[RECORDED DATA]
"""The benchmark behind ``coarsen bench``: attempted moves per second of the dynamics engine.

Every case times :func:`coarsen.engine.advance` on one configuration of lattice, rule,
update, replicas and threads. The first call of each kernel (compilation, or loading the
compiled code from the cache) is timed on its own, before any case, and reported apart as
``compile_seconds``; each case then makes one warm-up call and reports the best of a few timed
repeats (``time.perf_counter``), every repeat starting from the same configuration.

Cases start from random configurations at T = 1.5 unless their name begins with ``late-``:
those first coarsen a random configuration at T = 1.0 for ``prepare_sweeps`` sweeps (not
timed), so that domains have grown, and time the dynamics there.

The ``late-<rule>-L<size>`` cases compare random-sequential and rejection-free
updates in the late-time regime: each starts from a *prepared* configuration whose domains
already have the size L (``domains``), a Gaussian-smoothed random field thresholded at
zero. A field smoothed with a Gaussian of width sigma has zero crossings along a line a mean
distance ``pi sqrt(2) sigma`` apart (Rice's formula for a Gaussian correlation
``exp(-r^2 / 4 sigma^2)``), so sigma = L / (pi sqrt 2) gives walls L apart; each record
reports the measured spacing as ``domain_length`` (sites per wall along x). The state then
relaxes for ``relax_sweeps`` untimed rejection-free sweeps at the case's temperature (the
thresholded walls are rough on the lattice scale), and both updates time the next stretch
from that same state. Records of the rejection-free cases carry ``speedup_over_random``,
the ratio of simulated sweeps per second to the random-sequential case of the same rule,
size and L.

Two *reference implementations*, written the way a careful user would write them without this
package, run on the same machine so that the engine's rates can be read as ratios:

``reference-numpy-glauber-checkerboard-square-1024``
    Vectorised NumPy heat-bath sweeps: neighbour sums by ``np.roll``, a boolean colour mask,
    a lookup table of probabilities and ``np.random.Generator`` uniforms.
``reference-numba-glauber-random-square-256``
    A plain Numba loop over random sites using ``np.random`` inside the jitted function
    (random-sequential heat-bath, one thread).
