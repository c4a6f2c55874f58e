"""``coarsen fit`` and ``fit_growth``: the JSON contract, the output dataset, windows, fixing."""

from __future__ import annotations

import json

import numpy as np
import pytest

from coarsen.cli import main
from coarsen.dataset import open_dataset, write_dataset
from coarsen.fit import choose_window, fit_growth
from coarsen.fit.effective import effective_exponent
from coarsen.fit.inputs import read_length_table
from coarsen.simulate import simulate
from coarsen.spec import parse_spec


def _table(tmp_path, *, n=0.4, amplitude=1.5, sigma=0.02, times=None, seed=3, errors=True,
           comment="# lattice: square 1000x1000 periodic\n"):
    """A synthetic length table L = A t^n with log-normal noise of known size."""
    rng = np.random.default_rng(seed)
    times = np.geomspace(5, 2000, 12) if times is None else np.asarray(times, float)
    length = amplitude * times ** n * np.exp(sigma * rng.standard_normal(times.size))
    lines = [comment + "time,length" + (",length_err" if errors else "")]
    for t, value in zip(times, length):
        lines.append(f"{float(t)!r},{float(value)!r}"
                     + (f",{float(sigma * value)!r}" if errors else ""))
    path = tmp_path / "table.csv"
    path.write_text("\n".join(lines) + "\n")
    return path


def test_json_follows_the_contract(tmp_path, capsys):
    path = _table(tmp_path)
    assert main(["fit", str(path), "--json", "--no-compare", "--tmin", "5"]) == 0
    out = json.loads(capsys.readouterr().out)
    for key in ("model", "exponent", "parameters", "converged", "autocorr_time", "n_points"):
        assert key in out
    assert out["model"] == "power"
    assert set(out["parameters"]) == {"n", "A"}
    for summary in [out["exponent"], *out["parameters"].values()]:
        assert set(summary) >= {"median", "hdi68", "hdi95"}
        low95, high95 = summary["hdi95"]
        low68, high68 = summary["hdi68"]
        assert low95 <= low68 <= summary["median"] <= high68 <= high95
    assert out["exponent"] == out["parameters"]["n"]
    assert out["converged"] is True
    assert out["n_points"] == 12
    assert isinstance(out["autocorr_time"], float)
    # the data were drawn with n = 0.4: the 95 % interval should hold it (a 1-in-20 miss
    # is possible in principle; the seed is fixed)
    assert out["exponent"]["hdi95"][0] < 0.4 < out["exponent"]["hdi95"][1]


def test_output_dataset_holds_the_posterior_and_never_replaces_the_input(tmp_path, capsys):
    path = _table(tmp_path)
    output = tmp_path / "fit.nc"
    # a step cap keeps the degenerate offset and shifted fits of pure power-law data short
    assert main(["fit", str(path), "-o", str(output), "--effective", "--max-steps", "4000"]) == 0
    printed = capsys.readouterr().out
    assert "model comparison (WAIC" in printed
    assert "consistent with" in printed and "effective exponent" in printed
    ds = open_dataset(output)
    assert ds["posterior_power"].dims == ("sample_power", "parameter_power")
    assert list(ds["parameter_power"].values) == ["n", "A"]
    assert {"posterior_offset", "posterior_shifted", "waic_elpd"} <= set(ds.data_vars)
    for name, variable in ds.data_vars.items():
        assert "units" in variable.attrs and "long_name" in variable.attrs, name
    summary = json.loads(ds.attrs["summary"])
    n = ds["posterior_power"].sel(parameter_power="n").values
    assert summary["exponent"]["median"] == pytest.approx(float(np.median(n)))
    assert set(summary["comparison"]) == {"power", "offset", "shifted"}
    assert main(["fit", str(output), "-o", str(output)]) == 2
    assert "is the input" in capsys.readouterr().err
    assert main(["fit", str(path), "-o", str(path)]) == 2
    assert path.read_text().startswith("# lattice")


def test_fixing_n_and_bad_fix_options(tmp_path, capsys):
    path = _table(tmp_path)
    assert main(["fit", str(path), "--json", "--no-compare", "--fix", "n=0.3333"]) == 0
    out = json.loads(capsys.readouterr().out)
    assert out["parameters"]["n"] == {"median": 0.3333, "hdi68": [0.3333, 0.3333],
                                      "hdi95": [0.3333, 0.3333], "fixed": True}
    assert main(["fit", str(path), "--fix", "L0=1"]) == 2
    assert "'L0' is not a parameter of model 'power'" in capsys.readouterr().err
    assert main(["fit", str(path), "--fix", "n"]) == 2
    assert "NAME=VALUE" in capsys.readouterr().err


def test_fit_is_reproducible_for_a_seed(tmp_path):
    path = _table(tmp_path)
    first = fit_growth(path, compare=False, seed=11)
    again = fit_growth(path, compare=False, seed=11)
    assert np.array_equal(first.main.posterior.samples, again.main.posterior.samples)
    assert first.to_json() == again.to_json()


def test_table_without_errors_fits_the_scatter(tmp_path):
    """No length_err: sigma_extra is fitted; its 95 % interval holds the realised scatter
    of the noise that was drawn (root mean square of the known deviations from the truth)."""
    times = np.geomspace(5, 2000, 15)
    path = _table(tmp_path, sigma=0.05, errors=False, times=times)
    fit = fit_growth(path, compare=False, tmin=5)
    assert fit.extra_scatter and "sigma_extra" in fit.main.summaries
    noise = fit.data.log_length - (np.log(1.5) + 0.4 * np.log(times))
    realised = float(np.sqrt(np.mean(noise ** 2)))
    low, high = fit.main.summaries["sigma_extra"]["hdi95"]
    assert low < realised < high
    assert np.all(np.isnan(fit.effective.error))


def test_automatic_window_drops_transient_and_saturation(tmp_path):
    times = np.geomspace(1, 1e4, 20)
    length = np.minimum(1.0 * times ** 0.5, 60.0)
    path = tmp_path / "sat.csv"
    path.write_text("# lattice: square 200x200 periodic\ntime,length,length_err\n" + "".join(
        f"{float(t)!r},{float(v)!r},{float(0.02 * v)!r}\n" for t, v in zip(times, length)))
    window = choose_window(read_length_table(path))
    fitted = length[window.keep]
    assert fitted.min() >= 3.0 and fitted.max() <= 20.0
    assert "transient" in window.reasons[0] and "saturation" in window.reasons[1]
    given = choose_window(read_length_table(path), tmin=2, tmax=50)
    assert given.tmin >= 2 and given.tmax <= 50
    with pytest.raises(ValueError, match="tmin"):
        choose_window(read_length_table(path), tmin=50, tmax=2)


def test_dataset_fit_and_effective_exponent_band_from_replicas(tmp_path, capsys):
    """A small Glauber run through the command; n_eff's band equals the standard error of
    the per-replica slopes (computed here directly from the dataset)."""
    spec = parse_spec("""
[lattice]
kind = "square"
size = [64, 64]
[dynamics]
rule = "glauber"
[temperature]
value = 0.0
[initial]
state = "random"
[measure]
times = { start = 5, stop = 200, count = 10, spacing = "log" }
snapshots = 0
[ensemble]
replicas = 6
seed = 21
""")
    ds = simulate(spec).dataset
    source = tmp_path / "run.nc"
    write_dataset(ds, source)
    assert main(["fit", str(source), "--json", "--no-compare", "--tmin", "10"]) == 0
    out = json.loads(capsys.readouterr().out)
    # the automatic late cut: corr_half above 0.1 x 64 is finite-size saturation
    geometric = np.exp(np.log(ds["length"].sel(estimator="corr_half").values).mean(axis=0))
    keep = (ds["time"].values >= 10) & (geometric <= 6.4)
    assert out["estimator"] == "corr_half" and out["n_points"] == int(keep.sum())
    fit = fit_growth(ds, compare=False, tmin=10)
    slopes = effective_exponent(fit.data)
    logs = np.log(ds["length"].sel(estimator="corr_half").values)
    per_replica = np.diff(logs, axis=1) / np.diff(np.log(ds["time"].values))
    # a replica whose domain has nearly filled the lattice (|m| near 0.8 at t = 200 here) has
    # C(r) above 1/2 at every r, so corr_half is undefined (NaN) there: the band is taken over
    # the replicas with a finite slope, as effective_exponent documents
    finite = np.isfinite(per_replica).sum(axis=0)
    assert finite.min() >= 2
    assert np.allclose(slopes.exponent, np.nanmean(per_replica, axis=0))
    assert np.allclose(slopes.error, np.nanstd(per_replica, axis=0, ddof=1) / np.sqrt(finite))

[WHAT THIS TASK INVOLVES]
Determine the count of lines in the data that contain the string "engine", and reply with that count alone.

[RESPONSE FOR THIS EXERCISE]
3